I was on death’s door this afternoon. With a lump on my tongue and swelling in my glands and a raging headache, I made an appointment with a doctor.
I couldn’t get in to see my doctor so they sent me to another doctor in my network.
The nurse brought me into a room and started to take me blood pressure and pulse. “I have white coat syndrome,” I whispered.
She stepped back. “Okay, don’t look at me, I won’t look at you. Imagine you are on a beach.”
I tried to do what she asked because I really liked her and she reminded me of Niecy Nash’s character in Getting On.
“What, do you think you’re running a race?” she asked.
“I told you I get nervous. What was my blood pressure?”
“150 over 82.” (High, obviously.)
“If you take it in a few minutes, it will go down.”
“Have you felt depressed, down or hopeless in the last six months?”
“Yes.” As in, hasn’t everyone?
She handed me a questionnaire, to gauge my depression, downness, and hopelessness. I scored ones (occasional depression, not frequent or constant depression.)
“I’m not suicidal or anything, I just don’t feel very good.”
For some reason, good or bad, she moved me into the room across the hall, the only difference, the new room had a window with views of the Beverly Hills flats. If I squinted I could see the building that used to be Loehmann’s.
The doctor came in, skeptical. Since this was our first meeting, I tried to explain that I am a hypochondriac who is deathly afraid of doctors. I hoped this would be our ice breaker. It was not our ice breaker.
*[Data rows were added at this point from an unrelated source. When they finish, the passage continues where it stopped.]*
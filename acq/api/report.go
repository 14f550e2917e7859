package api

import (
	"bytes"
	"net/http"
	"strconv"
	"time"

	"hystd/acq/report"
)

// report serves a run's test report as PDF (acq/report).
func (s *server) report(w http.ResponseWriter, r *http.Request) {
	if len(r.URL.Query()) > 0 {
		writeError(w, http.StatusBadRequest, "the report takes no query parameters")
		return
	}
	id := r.PathValue("id")
	in, err := report.FromStore(r.Context(), s.o.Reader, id)
	if err != nil {
		s.fail(w, r, err)
		return
	}
	in.Software, in.Generated = s.o.Version, time.Now()
	var buf bytes.Buffer
	if err := report.Write(&buf, in); err != nil {
		s.fail(w, r, err)
		return
	}
	h := w.Header()
	h.Set("Content-Type", "application/pdf")
	h.Set("Content-Length", strconv.Itoa(buf.Len()))
	h.Set("Content-Disposition", `inline; filename="`+safeName(id)+`.pdf"`)
	w.WriteHeader(http.StatusOK)
	_, _ = w.Write(buf.Bytes())
}

// safeName keeps letters, digits, '.', '_' and '-' of a run id for a file name.
func safeName(id string) string {
	b := []byte(id)
	for i, c := range b {
		if !(c >= 'a' && c <= 'z' || c >= 'A' && c <= 'Z' || c >= '0' && c <= '9' || c == '.' || c == '_' || c == '-') {
			b[i] = '_'
		}
	}
	return string(b)
}
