package api

import (
	"os"
	"path/filepath"
	"reflect"
	"strings"
	"testing"

	"hystd/acq/record"
)

// Tokens of the users file below; the file holds only their SHA-256.
const (
	reviewToken  = "review-token-4f1c9a0d2b7e"
	operateToken = "operate-token-8a3e51c7d9f2"
)

func writeUsers(t *testing.T, body string) string {
	t.Helper()
	p := filepath.Join(t.TempDir(), "users.yaml")
	if err := os.WriteFile(p, []byte(body), 0o600); err != nil {
		t.Fatal(err)
	}
	return p
}

// TestTokenHash: the hash is plain SHA-256, checked against the "abc"
// example of FIPS 180-2 (appendix B.1).
func TestTokenHash(t *testing.T) {
	if got := TokenHash("abc"); got != "ba7816bf8f01cfea414140de5dae2223b00361a396177a9cb410ff61f20015ad" {
		t.Errorf("SHA-256(abc) = %s", got)
	}
}

// TestUsersRoles: a review token reads but cannot start a run (403 naming
// user, role and the role needed); an operate token starts and aborts, and
// the runner sees who (UserFrom); requeuing the outbox needs admin; the
// single token keeps working as before, as the shared-token admin.
func TestUsersRoles(t *testing.T) {
	p := writeUsers(t, "kind: users\nusers:\n"+
		"  - {name: ana, role: review, token_sha256: "+TokenHash(reviewToken)+"}\n"+
		"  - {name: ben, role: operate, token_sha256: \"sha256:"+TokenHash(operateToken)+"\"}\n")
	creds, err := LoadUsers(p)
	if err != nil {
		t.Fatal(err)
	}
	e := newEnv(t, Options{Token: testToken, Users: creds, ProtectReads: true})
	code, m, _ := e.do(t, "POST", "/api/v1/runs", reviewToken, "application/yaml", strings.NewReader(goodRecipe))
	if code != 403 || m["error"] != "user ana has role review: starting a run needs role operate or above" {
		t.Errorf("review token on start: %d %v", code, m)
	}
	if n := e.runner.callCount(); n != 0 {
		t.Errorf("runner called %d times by a refused request", n)
	}
	if code, _, _ := e.do(t, "GET", "/api/v1/runs", reviewToken, "", nil); code != 200 {
		t.Errorf("review token on a protected read: %d", code)
	}
	code, m, _ = e.do(t, "POST", "/api/v1/runs", operateToken, "application/yaml", strings.NewReader(goodRecipe))
	if code != 202 {
		t.Fatalf("operate token on start: %d %v", code, m)
	}
	if code, m, _ := e.do(t, "POST", "/api/v1/runs/RUN-001/abort", operateToken, "", nil); code != 202 {
		t.Errorf("operate token on abort: %d %v", code, m)
	}
	code, m, _ = e.do(t, "POST", "/api/v1/outbox/requeue?all=true", operateToken, "", nil)
	if code != 403 || !strings.Contains(m["error"].(string), "requeuing the outbox needs role admin") {
		t.Errorf("operate token on requeue: %d %v", code, m)
	}
	if code, m, _ := e.do(t, "POST", "/api/v1/runs", testToken, "application/yaml", strings.NewReader(goodRecipe)); code != 202 {
		t.Errorf("single token on start: %d %v", code, m)
	}
	e.runner.mu.Lock()
	got := e.runner.users
	e.runner.mu.Unlock()
	if want := []string{"submit ben", "abort ben", "submit " + SharedTokenUser}; !reflect.DeepEqual(got, want) {
		t.Errorf("runner saw users %v, want %v", got, want)
	}
	if code, _, _ := e.do(t, "POST", "/api/v1/runs", "not-a-token-of-anyone", "application/yaml", strings.NewReader(goodRecipe)); code != 401 {
		t.Errorf("unknown token: %d, want 401", code)
	}
}

// TestLoadUsersErrors: every problem of a users file names file, line, key.
func TestLoadUsersErrors(t *testing.T) {
	h := TokenHash(operateToken)
	tests := []struct{ name, body, want string }{
		{"bad role", "kind: users\nusers:\n  - name: ana\n    role: boss\n    token_sha256: " + h + "\n",
			"users.yaml:4: users.0.role: \"boss\": want review, operate or admin"},
		{"short hash", "kind: users\nusers:\n  - {name: ana, role: review, token_sha256: abc123}\n",
			"users.yaml:3: users.0.token_sha256: want the token's SHA-256 as 64 hex digits"},
		{"plain token instead of hash", "kind: users\nusers:\n  - {name: ana, role: review, token_sha256: " + operateToken + "}\n",
			"users.yaml:3: users.0.token_sha256:"},
		{"same token twice", "kind: users\nusers:\n  - {name: ana, role: review, token_sha256: " + h + "}\n  - {name: ben, role: admin, token_sha256: " + h + "}\n",
			"users.yaml:4: users.1.token_sha256: the same token as users.0"},
		{"same name twice", "kind: users\nusers:\n  - {name: ana, role: review, token_sha256: " + h + "}\n  - {name: ana, role: admin, token_sha256: " + TokenHash("x") + "}\n",
			"users.yaml:4: users.1.name: ana is also users.0"},
		{"bad name", "kind: users\nusers:\n  - {name: \"a b\", role: review, token_sha256: " + h + "}\n",
			"users.yaml:3: users.0.name: \"a b\": want 1–64 letters"},
		{"unknown key", "kind: users\nusers:\n  - {name: ana, role: review, token: " + h + "}\n",
			"users.yaml:3: users.0.token: unknown key"},
		{"wrong kind", "kind: daemon\nusers:\n  - {name: ana, role: review, token_sha256: " + h + "}\n",
			"users.yaml:1: kind: want \"users\", got \"daemon\""},
	}
	for _, tc := range tests {
		t.Run(tc.name, func(t *testing.T) {
			_, err := LoadUsers(writeUsers(t, tc.body))
			if err == nil || !strings.Contains(err.Error(), tc.want) {
				t.Errorf("error %v\nwant it to contain %s", err, tc.want)
			}
		})
	}
}

// TestRunShowsWhoAndCalibrations: a run's answer names who aborted it
// (from the event ActionText wrote) and the calibrations it used, with a
// past-due one among the flags.
func TestRunShowsWhoAndCalibrations(t *testing.T) {
	e := newEnv(t, Options{Token: testToken})
	addEvents(t, e.store,
		record.Event{RunID: "RUN-B", At: t0, Level: "info", Text: "used calibration CAL-9 (integrator X,Y,1; certificate C-9, 2025-01-01, due 2026-01-01)"},
		record.Event{RunID: "RUN-B", At: t0, Level: "warn", Text: "calibration CAL-9 is past due (due 2026-01-01): figures rest on an expired calibration"},
		record.Event{RunID: "RUN-B", At: t0, Level: "info", Text: ActionText(User{Name: "tomas", Role: RoleAdmin}, ActionAbort)},
	)
	code, m, _ := e.do(t, "GET", "/api/v1/runs/RUN-B", "", "", nil)
	if code != 200 {
		t.Fatalf("%d %v", code, m)
	}
	if m["aborted_by"] != "tomas" {
		t.Errorf("aborted_by %v", m["aborted_by"])
	}
	cals, _ := m["calibrations"].([]any)
	if len(cals) != 1 || cals[0] != "CAL-9 (integrator X,Y,1; certificate C-9, 2025-01-01, due 2026-01-01) — PAST DUE at the run" {
		t.Errorf("calibrations %v", m["calibrations"])
	}
	flags, _ := m["flags"].([]any)
	if len(flags) == 0 || !strings.Contains(flags[0].(string), "calibration CAL-9 is past due") {
		t.Errorf("flags %v", flags)
	}
}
He asked me about my symptoms.
I told him about the bump or lump in my throat. I told him that my Dad had oral cancer twice. He looked at it and poked it with a tongue depressor. “This?”
“Yeth.”
“That’s a taste bud.”
“Oh. Well, my glands have been swollen.”
So he felt my glands.
“Your glands are not swollen.”
“Oh, can you look under my tongue? It feels like there are weird spots.”
“Looks fine. Nothing unusual.”
“I was thinking it might be oral thrush.”
“Oral thrush was white spots, you don’t have oral thrush.”
“Long dormant oral gonorrhea?”
“Unlikely.”
“What do you think is causing my headaches?”
“Has there been anything in your life that has caused you stressed lately?”
“Yes, my job, you see—”
“Well, work could play a factor.”
“You see, Doctor, I am a very sensitive person.”
He nodded. He told me I looked healthy. I asked him if he could still write a doctor’s note since I missed work. He said he would.
“But don’t tell them nothing’s wrong with me.”
“Don’t worry, I’ll just tell them you have oral gonorrhea.”
I thought, he likes me, he really likes me.
He then checked my blood pressure. 120/80. Then he left the room.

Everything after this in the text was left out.